═══ SUPPLIED DATA

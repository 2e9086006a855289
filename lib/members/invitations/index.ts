import 'server-only';
import type { invitationSchema, revokedSchema } from '@/lib/api/dto/members';
import { Op, UniqueConstraintError, type Transaction } from 'sequelize';
import type { z } from 'zod';
import { audit } from '@/lib/audit';
import type { Actor } from '@/lib/auth';
import { emailIs } from '@/lib/auth/email';
import { INVITATION_TTL_MS, newLinkToken } from '@/lib/auth/tokens';
import { inTransaction } from '@/lib/db';
import { conflict, notFound } from '@/lib/http';
import { enqueueInvitationMails } from './deliver';
import type { invitationCreateSchema } from '@/lib/validation/auth';
import { invitationMailKey } from '@/lib/jobs';
import { Invitation, MailSend, Membership } from '@/models';
import type { InvitationDelivery } from '@/models/Invitation';

export type { InvitationDelivery };
export {
  lookupInvitation,
  acceptInvitation,
  invitationError,
  INVITATION_MESSAGES,
  type InvitationInfo,
  type InvitationLookup,
  type InviteeAccount,
} from './accept';

/** A pending invitation as the members screen lists it. */
export type InvitationDto = z.infer<typeof invitationSchema>;

import { INVITATION_ATTRIBUTES, INVITED_BY, isPast } from './columns';

const toDto = (i: Invitation, sentAt: Map<number, Date>): InvitationDto => ({
  id: i.id,
  email: i.email,
  role: i.role,
  delivery: i.delivery,
  sentAt: sentAt.get(i.id)?.toISOString() ?? null,
  expiresAt: i.expiresAt.toISOString(),
  createdAt: i.createdAt.toISOString(),
  invitedBy: i.invitedBy?.name ?? null,
  expired: isPast(i.expiresAt),
});

/** Pending invitations of the co-op (expired ones too, so they can be resent), newest first. */
export async function listPendingInvitations(actor: Actor): Promise<InvitationDto[]> {
  const rows = await Invitation.findAll({
    attributes: [...INVITATION_ATTRIBUTES],
    where: { coopId: actor.coop.id, status: 'pending' },
    include: [INVITED_BY],
    order: [
      ['createdAt', 'DESC'],
      ['id', 'DESC'],
    ],
  });
  const sent = await lastSentAt(
    actor.coop.id,
    rows.map((r) => r.id),
  );
  return rows.map((r) => toDto(r, sent));
}

/** When each invitation's e-mail was last taken by the mail server, from the send ledger. */
async function lastSentAt(coopId: number, ids: number[]): Promise<Map<number, Date>> {
  if (ids.length === 0) return new Map();
  const rows = await MailSend.findAll({
    attributes: ['subject', 'sentAt'],
    where: { coopId, subject: ids.map((invitationId) => invitationMailKey({ invitationId })), state: 'sent' },
    order: [['generation', 'ASC']],
    raw: true,
  });
  return new Map(rows.map((r) => [Number(r.subject.slice('invitation.'.length)), r.sentAt!]));
}

/** The invitation (id AND co-op in one query) locked for the rest of the transaction, or a 404. */
async function lockInvitation(actor: Actor, id: number, transaction: Transaction): Promise<Invitation> {
  const row = await Invitation.findOne({
    attributes: [...INVITATION_ATTRIBUTES],
    where: { id, coopId: actor.coop.id },
    lock: transaction.LOCK.UPDATE,
    transaction,
  });
  if (!row) throw notFound('That invitation is not in this co-op.');
  return row;
}

async function reloadDto(actor: Actor, id: number): Promise<InvitationDto> {
  const row = await Invitation.findOne({
    attributes: [...INVITATION_ATTRIBUTES],
    where: { id, coopId: actor.coop.id },
    include: [INVITED_BY],
  });
  if (!row) throw notFound('That invitation is not in this co-op.');
  return toDto(row, await lastSentAt(actor.coop.id, [id]));
}

/**
 * Invites a person by e-mail with a role: the invitation is saved `queued` and its e-mail job is
 * written in the same transaction (the worker makes the link and sends it, exactly once; see
 * deliver.ts). Until then the row holds a placeholder hash nobody has the token of. 409 when the
 * address already belongs to a member or has a pending, unexpired invitation (an expired one is
 * renewed in place).
 */
export async function createInvitation(
  actor: Actor,
  input: z.infer<typeof invitationCreateSchema>,
): Promise<{ invitation: InvitationDto; queued: true }> {
  const { hash } = newLinkToken();
  const expiresAt = new Date(Date.now() + INVITATION_TTL_MS);
  let id: number;
  try {
    id = await inTransaction(async (transaction) => {
      const member = await Membership.findOne({
        attributes: ['id'],
        where: { coopId: actor.coop.id },
        include: [{ association: 'user', attributes: [], required: true, where: emailIs(input.email, 'user.email') }],
        transaction,
      });
      if (member) throw conflict(`${input.email} is already a member of this co-op.`);
      const pending = await Invitation.findOne({
        attributes: [...INVITATION_ATTRIBUTES],
        where: { coopId: actor.coop.id, status: 'pending', [Op.and]: [emailIs(input.email)] },
        lock: transaction.LOCK.UPDATE,
        transaction,
      });
      if (pending && !isPast(pending.expiresAt)) {
        throw conflict(
          `An invitation to ${input.email} is already waiting to be accepted. Resend it or revoke it from the list of invitations.`,
          {
            invitationId: pending.id,
          },
        );
      }
      if (pending) {
        // The old link has expired: renew the same invitation with a new link and the chosen role.
        const before = { email: pending.email, role: pending.role, expiresAt: pending.expiresAt.toISOString() };
        await pending.update(
          { role: input.role, tokenHash: hash, expiresAt, delivery: 'queued', invitedByUserId: actor.user.id },
          { transaction },
        );
        await audit(
          {
            coopId: actor.coop.id,
            actorUserId: actor.user.id,
            action: 'invitation.renew',
            entityType: 'invitation',
            entityId: pending.id,
            before,
            after: { email: pending.email, role: input.role, expiresAt: expiresAt.toISOString() },
          },
          transaction,
        );
        await enqueueInvitationMails(actor.coop.id, [pending.id], transaction, true);
        return pending.id;
      }
      const created = await Invitation.create(
        {
          coopId: actor.coop.id,
          email: input.email,
          role: input.role,
          tokenHash: hash,
          delivery: 'queued',
          invitedByUserId: actor.user.id,
          expiresAt,
          acceptedAt: null,
        },
        { transaction },
      );
      await audit(
        {
          coopId: actor.coop.id,
          actorUserId: actor.user.id,
          action: 'invitation.create',
          entityType: 'invitation',
          entityId: created.id,
          before: null,
          after: { email: input.email, role: input.role, expiresAt: expiresAt.toISOString() },
        },
        transaction,
      );
      await enqueueInvitationMails(actor.coop.id, [created.id], transaction, true);
      return created.id;
    });
  } catch (e) {
    if (e instanceof UniqueConstraintError)
      throw conflict(`An invitation to ${input.email} was just created. Refresh the list.`);
    throw e;
  }
  return { invitation: await reloadDto(actor, id), queued: true };
}

/**
 * Sends a pending invitation again with a NEW link (the old one stops working at once) valid for
 * 7 more days from sending. Used after "not-sent" or when the person lost the e-mail. The e-mail
 * goes through the job queue like every invitation.
 */
export async function resendInvitation(actor: Actor, id: number): Promise<{ invitation: InvitationDto; queued: true }> {
  const { hash } = newLinkToken();
  const expiresAt = new Date(Date.now() + INVITATION_TTL_MS);
  await inTransaction(async (transaction) => {
    const inv = await lockInvitation(actor, id, transaction);
    if (inv.status !== 'pending') throw conflict(`This invitation was already ${inv.status}; it cannot be resent.`);
    const before = { delivery: inv.delivery, expiresAt: inv.expiresAt.toISOString() };
    await inv.update({ tokenHash: hash, expiresAt, delivery: 'queued' }, { transaction });
    await audit(
      {
        coopId: actor.coop.id,
        actorUserId: actor.user.id,
        action: 'invitation.resend',
        entityType: 'invitation',
        entityId: id,
        before,
        after: { delivery: 'queued', expiresAt: expiresAt.toISOString(), newLink: true },
      },
      transaction,
    );
    await enqueueInvitationMails(actor.coop.id, [id], transaction, before.delivery !== 'queued');
  });
  return { invitation: await reloadDto(actor, id), queued: true };
}

/** Withdraws a pending invitation; its link then says so. */
export async function revokeInvitation(actor: Actor, id: number): Promise<z.infer<typeof revokedSchema>> {
  return inTransaction(async (transaction) => {
    const inv = await lockInvitation(actor, id, transaction);
    if (inv.status !== 'pending') throw conflict(`This invitation was already ${inv.status}.`);
    await inv.update({ status: 'revoked' }, { transaction });
    await audit(
      {
        coopId: actor.coop.id,
        actorUserId: actor.user.id,
        action: 'invitation.revoke',
        entityType: 'invitation',
        entityId: id,
        before: { email: inv.email, role: inv.role, status: 'pending' },
        after: { email: inv.email, role: inv.role, status: 'revoked' },
      },
      transaction,
    );
    return { revoked: true as const, id };
  });
}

══════

**PROMPT**
Retype only this portion of the data above: the line containing "Map<number, Date>): InvitationDto", the line containing "if (ids.length === 0) return new Map();", and all lines between them, exactly.

**SOLVED EXERCISE**
const toDto = (i: Invitation, sentAt: Map<number, Date>): InvitationDto => ({
  id: i.id,
  email: i.email,
  role: i.role,
  delivery: i.delivery,
  sentAt: sentAt.get(i.id)?.toISOString() ?? null,
  expiresAt: i.expiresAt.toISOString(),
  createdAt: i.createdAt.toISOString(),
  invitedBy: i.invitedBy?.name ?? null,
  expired: isPast(i.expiresAt),
});

/** Pending invitations of the co-op (expired ones too, so they can be resent), newest first. */
export async function listPendingInvitations(actor: Actor): Promise<InvitationDto[]> {
  const rows = await Invitation.findAll({
    attributes: [...INVITATION_ATTRIBUTES],
    where: { coopId: actor.coop.id, status: 'pending' },
    include: [INVITED_BY],
    order: [
      ['createdAt', 'DESC'],
      ['id', 'DESC'],
    ],
  });
  const sent = await lastSentAt(
    actor.coop.id,
    rows.map((r) => r.id),
  );
  return rows.map((r) => toDto(r, sent));
}

/** When each invitation's e-mail was last taken by the mail server, from the send ledger. */
async function lastSentAt(coopId: number, ids: number[]): Promise<Map<number, Date>> {
  if (ids.length === 0) return new Map();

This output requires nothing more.